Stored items

========

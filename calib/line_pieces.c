#include "calib/line_pieces.h"

#include <math.h>
#include <stdlib.h>

/* Long enough to average noise, short against a lens's bending of a line. */
enum { piece_px = 24 };

/* In a picture without any noise what remains is how far a line is from a Gaussian. */
static const double least_sigma_px = 1e-4;

enum { MOST_HALF_WINDOW = 9, WINDOW = 2 * MOST_HALF_WINDOW + 1 };

/* Mean profile across a piece, moved so that the comb's line lies at 0 on average. */
typedef struct {
    int index, half_window;
    double along_px, expected_px;
    double mean[WINDOW];
    double offset_px; /* mean of expected place less whole pixel */
    double kept;      /* part of the columns that count, 0..1 */
} Window;

typedef struct {
    double depth, at_px, var_depth, var_at; /* variances for unit noise variance */
    double squares;
    int degrees;
} Groove;

static double expected_px(const RfLineComb *comb, int index, double along_px)
{
    return comb->first_px + index * comb->period_px + comb->slope * (along_px - comb->middle_px);
}

static int half_window(const RfLineComb *comb)
{
    return CLAMP((int)(0.42 * comb->period_px), 2, MOST_HALF_WINDOW);
}

static int by_value(const void *a, const void *b)
{
    double x = *(const double *)a, y = *(const double *)b;
    return (x > y) - (x < y);
}

/* Where the column's window begins in the plane; -1 if it reaches outside. */
static int column_start(const RfLinePlane *plane, const RfLineComb *comb, const Window *w, int a)
{
    int start = (int)lround(expected_px(comb, w->index, a)) - w->half_window;
    return start >= 0 && start + 2 * w->half_window < plane->across ? start : -1;
}

/* A line of the other family, or a speck, covers whole columns and takes the line's contrast away there: weighed unevenly, the columns would
 * pull a slanted line aside. They show at the window's ends. */
static bool choose_columns(const RfLinePlane *plane, const RfLineComb *comb, const Window *w, int from,
                           bool is_kept[])
{
    double ends[piece_px], sorted[piece_px];
    for (int i = 0; i < piece_px; i++) {
        int start = column_start(plane, comb, w, from + i), last = 2 * w->half_window;
        if (start < 0) return false;
        const float *row = plane->v + (size_t)(from + i) * (size_t)plane->across + start;
        sorted[i] = ends[i] =
            0.25 * ((double)row[0] + (double)row[1] + (double)row[last - 1] + (double)row[last]);
    }
    qsort(sorted, piece_px, sizeof *sorted, by_value);
    double middle = sorted[piece_px / 2];
    for (int i = 0; i < piece_px; i++) sorted[i] = fabs(ends[i] - middle);
    qsort(sorted, piece_px, sizeof *sorted, by_value);
    double limit = 3.5 * 1.4826 * sorted[piece_px / 2];
    for (int i = 0; i < piece_px; i++) is_kept[i] = fabs(ends[i] - middle) <= limit;
    return true;
}

/* Whole-pixel shifts smear a slanted line evenly to both sides; what they leave out on average is added back. */
static bool cut_window(const RfLinePlane *plane, const RfLineComb *comb, int index, int from, Window *w)
{
    double sign = comb->is_dark ? -1.0 : 1.0;
    bool is_kept[piece_px];
    int kept = 0;
    *w = (Window){.index = index, .half_window = half_window(comb)};
    if (!choose_columns(plane, comb, w, from, is_kept)) return false;
    for (int i = 0; i < piece_px; i++) kept += is_kept[i];
    for (int i = 0; i < piece_px; i++) {
        if (!is_kept[i]) continue;
        int start = column_start(plane, comb, w, from + i);
        const float *row = plane->v + (size_t)(from + i) * (size_t)plane->across + start;
        for (int j = 0; j <= 2 * w->half_window; j++) w->mean[j] += sign * (double)row[j] / kept;
        w->along_px += (double)(from + i) / kept;
        w->offset_px += (expected_px(comb, index, from + i) - (start + w->half_window)) / kept;
    }
    w->expected_px = expected_px(comb, index, w->along_px);
    w->kept = (double)kept / piece_px;
    return true;
}

/* Inverse in place by elimination, without pivoting because m is positive definite; false if it is singular. */
static bool invert(double m[4][4], int n)
{
    for (int i = 0; i < n; i++) {
        double pivot = m[i][i];
        if (!(fabs(pivot) > 1e-12)) return false;
        m[i][i] = 1.0;
        for (int k = 0; k < n; k++) m[i][k] /= pivot;
        for (int row = 0; row < n; row++) {
            if (row == i) continue;
            double factor = m[row][i];
            m[row][i] = 0.0;
            for (int k = 0; k < n; k++) m[row][k] -= factor * m[i][k];
        }
    }
    return true;
}

/* One Gauss-Newton step for background, its slope, depth, and depth times the shift: the shift is what isn't linear. */
static bool step_groove(const Window *w, double sigma_px, Groove *g)
{
    double m[4][4] = {{0}}, r[4] = {0}, sum_squares = 0.0;
    int n = 2 * w->half_window + 1;
    for (int j = 0; j < n; j++) {
        double x = j - w->half_window, z = (x - g->at_px) / sigma_px, bell = exp(-0.5 * z * z);
        double row[4] = {1.0, x / w->half_window, bell, bell * z / sigma_px};
        for (int a = 0; a < 4; a++) {
            r[a] += row[a] * w->mean[j];
            for (int b = 0; b < 4; b++) m[a][b] += row[a] * row[b];
        }
        sum_squares += w->mean[j] * w->mean[j];
    }
    if (!invert(m, 4)) return false;
    double x[4] = {0};
    g->squares = sum_squares;
    for (int a = 0; a < 4; a++) {
        for (int b = 0; b < 4; b++) x[a] += m[a][b] * r[b];
        g->squares -= x[a] * r[a];
    }
    g->degrees = n - 4;
    if (!(x[2] > 0.0)) return false;
    g->at_px += CLAMP(x[3] / x[2], -1.0, 1.0);
    g->depth = x[2];
    g->var_depth = m[2][2];
    g->var_at = m[3][3] / (x[2] * x[2]);
    return isfinite(g->at_px) && fabs(g->at_px) < w->half_window;
}

static double first_guess(const Window *w, Groove *g)
{
    int best = 0, n = 2 * w->half_window + 1;
    double ends = 0.5 * (w->mean[0] + w->mean[n - 1]);
    for (int j = 0; j < n; j++)
        if (w->mean[j] > w->mean[best]) best = j;
    *g = (Groove){.depth = w->mean[best] - ends, .at_px = best - w->half_window};
    return g->depth;
}

static bool fit_groove(const Window *w, double sigma_px, Groove *g)
{
    if (!(first_guess(w, g) > 0.0)) return false;
    double before_px;
    int i = 0;
    do {
        before_px = g->at_px;
        if (!step_groove(w, sigma_px, g)) return false;
    } while (++i < 12 && fabs(g->at_px - before_px) > 1e-5);
    return g->depth > 0.0;
}

/* Typical variance, for all columns kept, of what the groove leaves over: the width that leaves least is the line's. */
static double noise_variance(const GArray *windows, double sigma_px)
{
    g_autofree double *found = g_new(double, windows->len + 1);
    unsigned n = 0;
    for (unsigned i = 0; i < windows->len; i++) {
        Groove g;
        const Window *w = &g_array_index(windows, Window, i);
        if (fit_groove(w, sigma_px, &g) && g.degrees > 0)
            found[n++] = w->kept * MAX(g.squares, 0.0) / g.degrees;
    }
    qsort(found, n, sizeof *found, by_value);
    return n ? found[n / 2] : HUGE_VAL;
}

static double line_sigma_px(const GArray *windows, double *variance)
{
    double best_px = 1.0;
    *variance = HUGE_VAL;
    for (double sigma_px = 0.5; sigma_px < 4.5; sigma_px *= 1.15) { // NOLINT(cert-flp30-c)
        double found = noise_variance(windows, sigma_px);
        if (found < *variance) {
            *variance = found;
            best_px = sigma_px;
        }
    }
    return best_px;
}

/* From the edge of one comb to the other, and beyond by what the slope brings into the picture. */
static GArray *cut_windows(const RfLinePlane *plane, const RfLineComb *comb)
{
    GArray *windows = g_array_new(false, false, sizeof(Window));
    double reach_px = fabs(comb->slope) * 0.5 * plane->along;
    int from = (int)ceil((-reach_px - comb->first_px) / comb->period_px);
    int to = (int)floor((plane->across + reach_px - comb->first_px) / comb->period_px);
    for (int index = from; index <= to; index++)
        for (int a = 0; a + piece_px <= plane->along; a += piece_px) {
            Window w;
            if (cut_window(plane, comb, index, a, &w)) g_array_append_val(windows, w);
        }
    return windows;
}

/* A speck shows in one or two pieces, a line in many: at least three and a sixth of those that could. */
static void close_line(GArray *pieces, unsigned begin, unsigned possible)
{
    unsigned seen = pieces->len - begin;
    if (seen < 3 || 6 * seen < possible) g_array_set_size(pieces, begin);
}

static bool locate(const Window *w, double sigma_px, double variance, RfLinePiece *piece)
{
    Groove g;
    variance /= w->kept;
    if (!fit_groove(w, sigma_px, &g) || g.depth < 4.0 * sqrt(variance * g.var_depth)) return false;
    double place_px = w->expected_px - w->offset_px + g.at_px;
    *piece = (RfLinePiece){w->index, w->along_px, place_px, MAX(least_sigma_px, sqrt(variance * g.var_at))};
    return fabs(g.at_px - w->offset_px) < 0.7 * w->half_window && piece->sigma_px < 1.0;
}

GArray *rf_line_pieces_locate(const RfLinePlane *plane, const RfLineComb *comb, double *width_px)
{
    g_autoptr(GArray) windows = cut_windows(plane, comb);
    double variance, sigma_px = line_sigma_px(windows, &variance);
    GArray *pieces = g_array_new(false, false, sizeof(RfLinePiece));
    unsigned begin = 0, possible = 0;
    for (unsigned i = 0; i < windows->len; i++) {
        const Window *w = &g_array_index(windows, Window, i);
        RfLinePiece piece;
        if (i && w->index != g_array_index(windows, Window, i - 1).index) {
            close_line(pieces, begin, possible);
            begin = pieces->len;
            possible = 0;
        }
        possible++;
        if (locate(w, sigma_px, variance, &piece)) g_array_append_val(pieces, piece);
    }
    close_line(pieces, begin, possible);
    *width_px = 2.0 * sqrt(2.0 * log(2.0)) * sigma_px;
    return pieces;
}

========

WHAT IS EXPECTED: Copy exactly the stretch of data above from the line with "isn't linear. */" through the line with "sum_squares = 0.0;", and omit all other lines.

WRITTEN ANSWER:
/* One Gauss-Newton step for background, its slope, depth, and depth times the shift: the shift is what isn't linear. */
static bool step_groove(const Window *w, double sigma_px, Groove *g)
{
    double m[4][4] = {{0}}, r[4] = {0}, sum_squares = 0.0;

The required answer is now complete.